Get your head straight in the game, and do the tasks that you have at hand. You will find yourself along the way.
The only trick to do better at work is by staying positive and have fun doing what you do.
3) Channel Your Emotions the Right Way
You can’t control your emotions. They come and go as they please. However, when I tend to say, you can control your emotions, what I mean is how you can manage your feelings and your reaction to those emotions.
Emotions are more of an indicator. They allow us to understand which tasks are worth paying attention to and which of them aren’t. For example, a file submission meeting deadline is of priority, and when we haven’t completed that file, we tend to feel a little worried about completing it on time.
The emotion of worry is what motivates us to complete it before the task meets the deadline.

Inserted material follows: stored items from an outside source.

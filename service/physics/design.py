"""What a coil is made of: the input of a prediction, in SI units."""

from dataclasses import dataclass, field

from service.physics.arguments import celsius, non_negative, positive, whole
from service.physics.bar_magnet import BarMagnet
from service.physics.former import Former
from service.physics.guide import Scatter
from service.physics.magnet import MagnetGrade
from service.physics.output import VibratingString
from service.physics.poles import Pole
from service.physics.uncertainty import Estimate
from service.physics.wire import StandardWire

NOTHING = Estimate(0.0, 0.0)


@dataclass(frozen=True, slots=True)
class Shell:
    """A closed conducting former: thickness and length in m, resistivity in ohm m."""

    thickness: float
    length: float
    resistivity: float


@dataclass(frozen=True, slots=True)
class Learned:
    """What measured coils of a recipe have taught; None where the prior still holds.

    Attributes:
        packing: share of the section that wire with enamel fills.
        stretch: relative elongation of the wire.
        susceptibility_factor: of the poles' susceptibility against that of their material.
        capacitance: self-capacitance, F.
    """

    packing: Estimate | None = None
    stretch: Estimate | None = None
    susceptibility_factor: Estimate | None = None
    capacitance: Estimate | None = None


@dataclass(frozen=True, slots=True)
class Design:
    """One coil, SI units, temperatures in °C.

    Attributes:
        former: to wind on.
        wire: as its standard allows it.
        turns: whole turns.
        scatter: how the wire is spread; None for even layers.
        layers: number of even layers, only without scatter; None to fill the height.
        spool: the spool's own resistance at 20 °C, ohm/m; None if not measured.
        turns_uncertainty: standard uncertainty of the count; 0 for a counter that is trusted.
        poles: magnetic rods inside, or one core.
        susceptibility_uncertainty, conductivity_uncertainty: relative, of the rods' material.
        magnet: grade of the rods, if they are magnets.
        bar: magnet under soft rods; what it adds to the inductance is left out.
        pole_flux_density: on the axis at the middle rod's top, T, if measured; else it follows
            from the magnets.
        shell: a closed conducting former, which is a shorted turn.
        temperature: of the coil, °C; the spread of the magnets' temperature is not in it.
        temperature_uncertainty: K.
        test_frequency: Hz.
        lead_resistance: ohm.
        string: to predict the output of; None for none.
        gap_flux_density: mean over the gap of a loudspeaker motor, T; None for none.
        gap_height: m; None if the whole winding stands in the gap.
        learned: what measured coils have taught.
    """

    former: Former
    wire: StandardWire
    turns: int
    scatter: Scatter | None = None
    layers: int | None = None
    spool: Estimate | None = None
    turns_uncertainty: float = 0.0
    poles: tuple[Pole, ...] = ()
    susceptibility_uncertainty: float = 0.0
    conductivity_uncertainty: float = 0.0
    magnet: MagnetGrade | None = None
    bar: BarMagnet | None = None
    pole_flux_density: Estimate | None = None
    shell: Shell | None = None
    temperature: float = 20.0
    temperature_uncertainty: float = 0.5
    test_frequency: float = 1000.0
    lead_resistance: Estimate = NOTHING
    string: VibratingString | None = None
    gap_flux_density: Estimate | None = None
    gap_height: float | None = None
    learned: Learned = field(default_factory=Learned)

    def __post_init__(self) -> None:
        whole("turns", self.turns, least=1)
        if self.scatter is not None and self.layers is not None:
            raise ValueError(f"layers must be None for a scattered winding, got {self.layers!r}")
        if self.magnet is not None and self.bar is not None:
            raise ValueError(f"bar must be None where rods are magnets, got {self.bar!r}")
        non_negative("turns_uncertainty", self.turns_uncertainty)
        non_negative("susceptibility_uncertainty", self.susceptibility_uncertainty)
        non_negative("conductivity_uncertainty", self.conductivity_uncertainty)
        celsius("temperature", self.temperature)
        non_negative("temperature_uncertainty", self.temperature_uncertainty)
        positive("test_frequency", self.test_frequency)
        non_negative("lead_resistance", self.lead_resistance.value)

Similarly, anger can be a destructive emotion. But depending on how you plan to react to that anger is what sets you apart from others. You can either choose it to do injustice or to simply stop injustice.
Joy can be a constructive emotion. You can either be devastated at the loss of someone, or find joy in what you had and remember that part. You can feel joy and satisfaction in helping someone with their problems.
Knowing how you channel your emotions is what sets you apart from the rest.
4) Understand Emotions in Other People As if They Are Your Own
So far, what we have discussed is focused on addressing emotion in one’s own self. But what about understanding what the other person feels? After all, the whole point of developing emotional intelligence is to create healthier relationships with others, so they feel comfortable in your presence.
When you empathize with someone, it doesn’t mean that you can understand them completely. Instead, it is all about accepting the individual and the way they are — even though you don’t understand them.
It’s about understanding their pain as your own pain. It’s about helping them or giving them space.
Because good relationships are what, after all, define values. It makes us realize we are something much more significant and less complex compared to what the society believes or expects from us.